**EXERCISE DATA:**
──────────

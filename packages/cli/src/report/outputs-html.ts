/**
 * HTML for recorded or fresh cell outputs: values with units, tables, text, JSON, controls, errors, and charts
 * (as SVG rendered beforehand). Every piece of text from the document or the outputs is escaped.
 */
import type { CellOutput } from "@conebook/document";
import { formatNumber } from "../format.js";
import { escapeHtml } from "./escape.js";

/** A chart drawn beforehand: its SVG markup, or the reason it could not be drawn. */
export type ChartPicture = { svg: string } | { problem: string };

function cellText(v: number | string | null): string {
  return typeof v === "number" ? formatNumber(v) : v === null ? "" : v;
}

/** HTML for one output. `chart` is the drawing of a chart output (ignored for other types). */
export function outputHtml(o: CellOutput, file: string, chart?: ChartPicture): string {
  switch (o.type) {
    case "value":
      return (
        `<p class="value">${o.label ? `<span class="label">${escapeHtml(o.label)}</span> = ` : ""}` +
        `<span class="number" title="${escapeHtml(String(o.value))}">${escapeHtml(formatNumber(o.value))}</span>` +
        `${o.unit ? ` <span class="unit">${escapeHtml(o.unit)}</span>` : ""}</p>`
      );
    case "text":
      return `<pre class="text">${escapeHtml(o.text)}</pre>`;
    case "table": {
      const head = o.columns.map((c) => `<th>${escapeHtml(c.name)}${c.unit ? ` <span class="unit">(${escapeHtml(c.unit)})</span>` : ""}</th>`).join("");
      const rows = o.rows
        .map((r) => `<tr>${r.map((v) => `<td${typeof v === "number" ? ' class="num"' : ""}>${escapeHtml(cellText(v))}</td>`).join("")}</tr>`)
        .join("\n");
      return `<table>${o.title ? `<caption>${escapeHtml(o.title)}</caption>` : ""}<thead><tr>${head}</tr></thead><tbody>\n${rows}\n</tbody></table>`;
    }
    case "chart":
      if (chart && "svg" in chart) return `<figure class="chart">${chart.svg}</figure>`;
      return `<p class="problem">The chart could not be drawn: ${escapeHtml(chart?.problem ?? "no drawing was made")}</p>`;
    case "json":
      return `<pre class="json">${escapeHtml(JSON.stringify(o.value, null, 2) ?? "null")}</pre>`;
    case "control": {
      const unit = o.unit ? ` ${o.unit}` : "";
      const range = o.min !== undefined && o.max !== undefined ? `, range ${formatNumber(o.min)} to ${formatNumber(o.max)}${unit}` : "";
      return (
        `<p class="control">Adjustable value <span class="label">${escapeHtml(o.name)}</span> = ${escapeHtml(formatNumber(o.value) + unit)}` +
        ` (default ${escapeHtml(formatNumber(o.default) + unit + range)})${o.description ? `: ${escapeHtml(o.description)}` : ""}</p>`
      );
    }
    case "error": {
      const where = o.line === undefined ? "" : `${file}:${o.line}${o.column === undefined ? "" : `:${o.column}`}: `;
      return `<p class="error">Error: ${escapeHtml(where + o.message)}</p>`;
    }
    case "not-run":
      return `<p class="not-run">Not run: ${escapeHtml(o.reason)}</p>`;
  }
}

──────────

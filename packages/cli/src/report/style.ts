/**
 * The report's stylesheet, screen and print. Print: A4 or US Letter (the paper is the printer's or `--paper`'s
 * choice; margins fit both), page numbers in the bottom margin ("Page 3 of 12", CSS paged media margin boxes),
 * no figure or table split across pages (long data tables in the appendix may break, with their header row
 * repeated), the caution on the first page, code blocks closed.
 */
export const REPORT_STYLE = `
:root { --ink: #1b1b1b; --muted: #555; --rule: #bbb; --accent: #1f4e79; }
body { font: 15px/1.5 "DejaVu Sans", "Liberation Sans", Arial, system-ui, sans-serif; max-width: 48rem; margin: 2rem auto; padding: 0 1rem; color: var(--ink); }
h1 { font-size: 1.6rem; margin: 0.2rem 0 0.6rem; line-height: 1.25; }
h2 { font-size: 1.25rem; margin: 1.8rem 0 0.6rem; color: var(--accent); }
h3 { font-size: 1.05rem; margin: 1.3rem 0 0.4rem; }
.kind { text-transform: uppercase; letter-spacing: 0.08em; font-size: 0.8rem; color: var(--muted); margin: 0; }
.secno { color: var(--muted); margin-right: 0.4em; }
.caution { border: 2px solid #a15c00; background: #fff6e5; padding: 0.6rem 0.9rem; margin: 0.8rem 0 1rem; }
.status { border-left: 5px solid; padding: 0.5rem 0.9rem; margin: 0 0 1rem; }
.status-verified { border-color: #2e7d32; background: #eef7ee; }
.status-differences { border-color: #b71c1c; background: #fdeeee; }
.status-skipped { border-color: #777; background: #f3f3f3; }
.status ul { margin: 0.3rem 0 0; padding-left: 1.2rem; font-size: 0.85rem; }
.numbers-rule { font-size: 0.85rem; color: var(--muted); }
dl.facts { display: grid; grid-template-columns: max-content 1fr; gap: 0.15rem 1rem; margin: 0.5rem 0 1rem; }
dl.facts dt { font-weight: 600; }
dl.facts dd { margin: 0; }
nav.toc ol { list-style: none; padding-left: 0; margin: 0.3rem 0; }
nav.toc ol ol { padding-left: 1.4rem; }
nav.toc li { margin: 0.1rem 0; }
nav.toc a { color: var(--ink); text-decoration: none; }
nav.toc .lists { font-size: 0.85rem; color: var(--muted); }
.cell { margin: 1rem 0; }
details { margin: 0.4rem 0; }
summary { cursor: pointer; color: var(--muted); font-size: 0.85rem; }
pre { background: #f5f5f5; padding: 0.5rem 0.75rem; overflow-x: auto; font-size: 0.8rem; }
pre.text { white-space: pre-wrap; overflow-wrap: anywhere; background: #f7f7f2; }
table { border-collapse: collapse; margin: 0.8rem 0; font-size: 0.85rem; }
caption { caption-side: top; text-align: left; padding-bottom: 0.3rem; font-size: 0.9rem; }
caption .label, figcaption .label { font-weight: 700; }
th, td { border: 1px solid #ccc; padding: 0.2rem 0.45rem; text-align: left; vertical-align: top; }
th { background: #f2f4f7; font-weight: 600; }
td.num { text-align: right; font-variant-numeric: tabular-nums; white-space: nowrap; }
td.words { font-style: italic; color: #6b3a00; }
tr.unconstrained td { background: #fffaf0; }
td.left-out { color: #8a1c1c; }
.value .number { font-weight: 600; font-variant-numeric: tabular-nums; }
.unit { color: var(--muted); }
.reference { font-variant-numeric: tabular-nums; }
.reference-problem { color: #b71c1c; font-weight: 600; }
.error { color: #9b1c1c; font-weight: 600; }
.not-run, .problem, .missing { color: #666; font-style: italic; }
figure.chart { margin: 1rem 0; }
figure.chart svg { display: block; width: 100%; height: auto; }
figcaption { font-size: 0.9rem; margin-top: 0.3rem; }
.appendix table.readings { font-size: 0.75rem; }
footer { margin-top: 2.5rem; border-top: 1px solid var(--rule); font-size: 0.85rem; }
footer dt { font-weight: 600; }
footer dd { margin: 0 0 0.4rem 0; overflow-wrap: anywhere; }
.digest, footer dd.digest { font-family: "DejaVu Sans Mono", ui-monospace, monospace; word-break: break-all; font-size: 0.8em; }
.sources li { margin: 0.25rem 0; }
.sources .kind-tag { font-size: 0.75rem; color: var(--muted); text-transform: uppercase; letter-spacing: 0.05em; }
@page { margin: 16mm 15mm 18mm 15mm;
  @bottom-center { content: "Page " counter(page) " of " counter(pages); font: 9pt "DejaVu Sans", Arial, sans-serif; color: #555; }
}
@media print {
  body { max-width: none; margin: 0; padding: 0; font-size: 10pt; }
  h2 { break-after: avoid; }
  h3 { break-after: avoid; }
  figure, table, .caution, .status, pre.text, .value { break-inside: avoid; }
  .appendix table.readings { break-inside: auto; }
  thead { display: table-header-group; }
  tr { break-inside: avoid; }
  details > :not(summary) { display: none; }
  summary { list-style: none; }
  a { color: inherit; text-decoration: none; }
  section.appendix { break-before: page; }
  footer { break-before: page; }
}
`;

──────────

Word for word, restate the lines of the data above that fall between the line holding "report's stylesheet, screen" and the line holding "1.05rem; margin: 1.3rem", inclusive, and no other lines.

**RESULT FOR THIS EXERCISE:**
 * The report's stylesheet, screen and print. Print: A4 or US Letter (the paper is the printer's or `--paper`'s
 * choice; margins fit both), page numbers in the bottom margin ("Page 3 of 12", CSS paged media margin boxes),
 * no figure or table split across pages (long data tables in the appendix may break, with their header row
 * repeated), the caution on the first page, code blocks closed.
 */
export const REPORT_STYLE = `
:root { --ink: #1b1b1b; --muted: #555; --rule: #bbb; --accent: #1f4e79; }
body { font: 15px/1.5 "DejaVu Sans", "Liberation Sans", Arial, system-ui, sans-serif; max-width: 48rem; margin: 2rem auto; padding: 0 1rem; color: var(--ink); }
h1 { font-size: 1.6rem; margin: 0.2rem 0 0.6rem; line-height: 1.25; }
h2 { font-size: 1.25rem; margin: 1.8rem 0 0.6rem; color: var(--accent); }
h3 { font-size: 1.05rem; margin: 1.3rem 0 0.4rem; }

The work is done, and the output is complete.